Beitrag von tomS » 17. Jan 2011, 10:23

Zu 1.: die Mathematik kann natürlich nicht beantworten, ob etwas nicht mittels Mathematik beschrieben werden kann; die Zufallszahlen sind evtl. kein gutes Beispiel, denn der Zufall kann ja (in Grenzen) doch mathematisch formalisiert werden.
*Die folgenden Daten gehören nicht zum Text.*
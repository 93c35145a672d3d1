import type { DesignAnswer, DesignRequest, Note } from '@/lib/contracts';
import { EngineError } from '@/lib/contracts';
import type { Placed } from './anchors';
import { anchorsOf } from './anchors';
import { limitNotes } from './notes';
import type { OnsetTask } from './onset-levels';
import { onsetLevels, onsetTask, varianceOf } from './onset-levels';
import { priorOf } from './prior';
import { rowsOf } from './rows';
import type { Avoid, Settable } from './settable';
import { clearOf, settableSets, startOf } from './settable';

/** 5 % point of the standard normal: half-width of a central 90 % interval in sd. */
const Z90 = 1.645;

/** `levels` doses at lo + i (hi − lo)/(levels + 1). */
export function equalSpacing(range: readonly [number, number], levels: number): number[] {
  const [lo, hi] = range;
  return Array.from({ length: levels }, (_, i) => lo + ((i + 1) * (hi - lo)) / (levels + 1));
}

export function refuseStepInRandomOrder(request: DesignRequest): void {
  if (request.order === 'randomised' && request.limits?.largestStep !== undefined) {
    throw new EngineError(
      'invalid-request',
      'a largest step cannot be kept in random order: choose another order or drop the step',
      'limits.largestStep',
    );
  }
}

/** Mean, sd after the verdicts, and the same for equal spacing, from the onset levels alone. */
export function expectationOf(
  task: OnsetTask,
  variance: number,
  equal: readonly number[],
): DesignAnswer['expected'] {
  const sd = Math.sqrt(variance);
  const { mean } = task.prior;
  return {
    sd,
    low: mean - Z90 * sd,
    high: mean + Z90 * sd,
    equalSpacingSd: Math.sqrt(varianceOf(task, equal)),
  };
}

/** The set of doses, and the levels in it, that leave the least variance. */
function bestSet(task: OnsetTask, sets: Settable[], equal: readonly number[]) {
  let best: { set: Settable; doses: number[]; variance: number } | null = null;
  for (const set of sets) {
    const found = { set, ...onsetLevels(task, set, equal) };
    const tie = best !== null && found.variance === best.variance;
    const better = best === null || found.variance < best.variance;
    if (better || (tie && best && found.doses.length > best.doses.length)) best = found;
  }
  return best;
}

/** Baseline on the steady side, far side beyond; `anchors.below` counts the baseline. */
function anchorsFor(request: DesignRequest, set: Settable, doses: readonly number[]) {
  const [lo, hi] = request.range;
  const below = request.oscillates === 'below';
  const baseline = request.anchors?.below ?? 1;
  const farSide = request.anchors?.above ?? 1;
  const apart = request.limits?.smallestStep ?? 0;
  const lower = anchorsOf(
    {
      end: lo,
      next: doses[0]!,
      count: below ? farSide : baseline,
      purpose: below ? 'far side' : 'baseline',
    },
    set,
    apart,
  );
  const upper = anchorsOf(
    {
      end: hi,
      next: doses.at(-1)!,
      count: below ? baseline : farSide,
      purpose: below ? 'baseline' : 'far side',
    },
    set,
    apart,
  );
  return { placed: [...lower.placed, ...upper.placed], notes: [...lower.notes, ...upper.notes] };
}

/**
 * Lays down a dose series that finds one predicted onset with the least expected posterior
 * variance, within hard limits. Doses throughout. Certain verdicts (`blur` 0): the exact optimum,
 * the scalar quantiser of Max (1960) and Lloyd (1982); blurred ones: pattern search, in the tests
 * within 1 % of a far longer search. What cannot be met stands in `notes`.
 * Throws `EngineError` for a largest step in random order or one that needs thousands of rungs.
 */
export function design(request: DesignRequest): DesignAnswer {
  return designAvoiding(request, { doses: [], near: 0 });
}

/** `design` with doses that no onset level or anchor may repeat (rungs may pass them). */
export function designAvoiding(request: DesignRequest, avoid: Avoid): DesignAnswer {
  refuseStepInRandomOrder(request);
  const prior = priorOf(request);
  const task = onsetTask(prior, request);
  const equal = equalSpacing(request.range, request.levels);
  const sets = settableSets(request).flatMap((set) => clearOf(set, avoid) ?? []);
  const best = bestSet(task, sets, equal);
  const notes: Note[] = [];
  if (best === null || best.doses.length === 0) {
    notes.push(...limitNotes(request, prior, [], [], sets.length));
    return { levels: [], expected: expectationOf(task, prior.sd ** 2, equal), notes };
  }
  const anchors = anchorsFor(request, best.set, best.doses);
  const placed: Placed[] = [
    ...anchors.placed,
    ...best.doses.map((dose) => ({ dose, purpose: 'onset' as const })),
  ];
  const walk = {
    order: request.order,
    start: startOf(request),
    largestStep: request.limits?.largestStep,
    path: best.set.path,
    seed: request.seed,
  };
  const levels = rowsOf(placed, walk, request.replicates);
  notes.push(...limitNotes(request, prior, best.doses, levels, sets.length), ...anchors.notes);
  return { levels, expected: expectationOf(task, best.variance, equal), notes };
}
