import { AppError } from '../errors';

export const MOST_BYTES = 50 * 1024 * 1024;
/** Room for the other fields and the boundaries of the form. */
const FORM_BYTES = 256 * 1024;

export const tooLarge = () =>
  new AppError('too-large', 'The file is larger than 50 MB. Nothing was kept.', {
    at: 'file',
    mend: 'Split it, or leave out the columns that are not readings, and upload the parts.',
  });

/** The request's body, which ends in `too-large` as soon as it passes `most` bytes. */
function counted(body: ReadableStream<Uint8Array>, most: number): ReadableStream<Uint8Array> {
  let seen = 0;
  return body.pipeThrough(
    new TransformStream<Uint8Array, Uint8Array>({
      transform(chunk, controller) {
        seen += chunk.byteLength;
        if (seen > most) controller.error(tooLarge());
        else controller.enqueue(chunk);
      },
    }),
  );
}

const malformed = () =>
  new AppError('invalid-input', 'The upload arrived incomplete. Nothing was kept.', {
    at: 'file',
    mend: 'Send the file again; if it fails again, choose it anew.',
  });

/**
 * Reads a form with one file. A body that says it is too long is refused unread; one that does not
 * say so is read no further than the limit.
 */
export async function readMultipart(request: Request, mostBytes = MOST_BYTES): Promise<FormData> {
  const most = mostBytes + FORM_BYTES;
  const declared = Number(request.headers.get('content-length') ?? '0');
  if (declared > most) throw tooLarge();
  const type = request.headers.get('content-type') ?? '';
  if (!/^multipart\/form-data\s*;/i.test(type) || !request.body) throw malformed();
  try {
    const body = counted(request.body, most);
    return await new Response(body, { headers: { 'content-type': type } }).formData();
  } catch (error) {
    if (error instanceof AppError) throw error;
    const cause = (error as { cause?: unknown }).cause;
    if (cause instanceof AppError) throw cause;
    throw malformed();
  }
}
Zu 2.: ja, die Mathematik ist nach Auffassung vieler Mathematiker eine "Platonische Welt der Ideen"; das ist das, was ich mit "außerzeitlich" meine. Die Frage, inwieweit und warum die Natur dann mathematisch "IST" bzw. sich so verhält bzw. so beschriebene werden kann, kann dieser Ansatz jedoch nicht lösen. Platon spricht von einer gewissen "Teilhabe" der Dinge an diesen Ideen. Aristoteles kritisiert dies ... Man befindet sich hier im Bereich der Philosophie.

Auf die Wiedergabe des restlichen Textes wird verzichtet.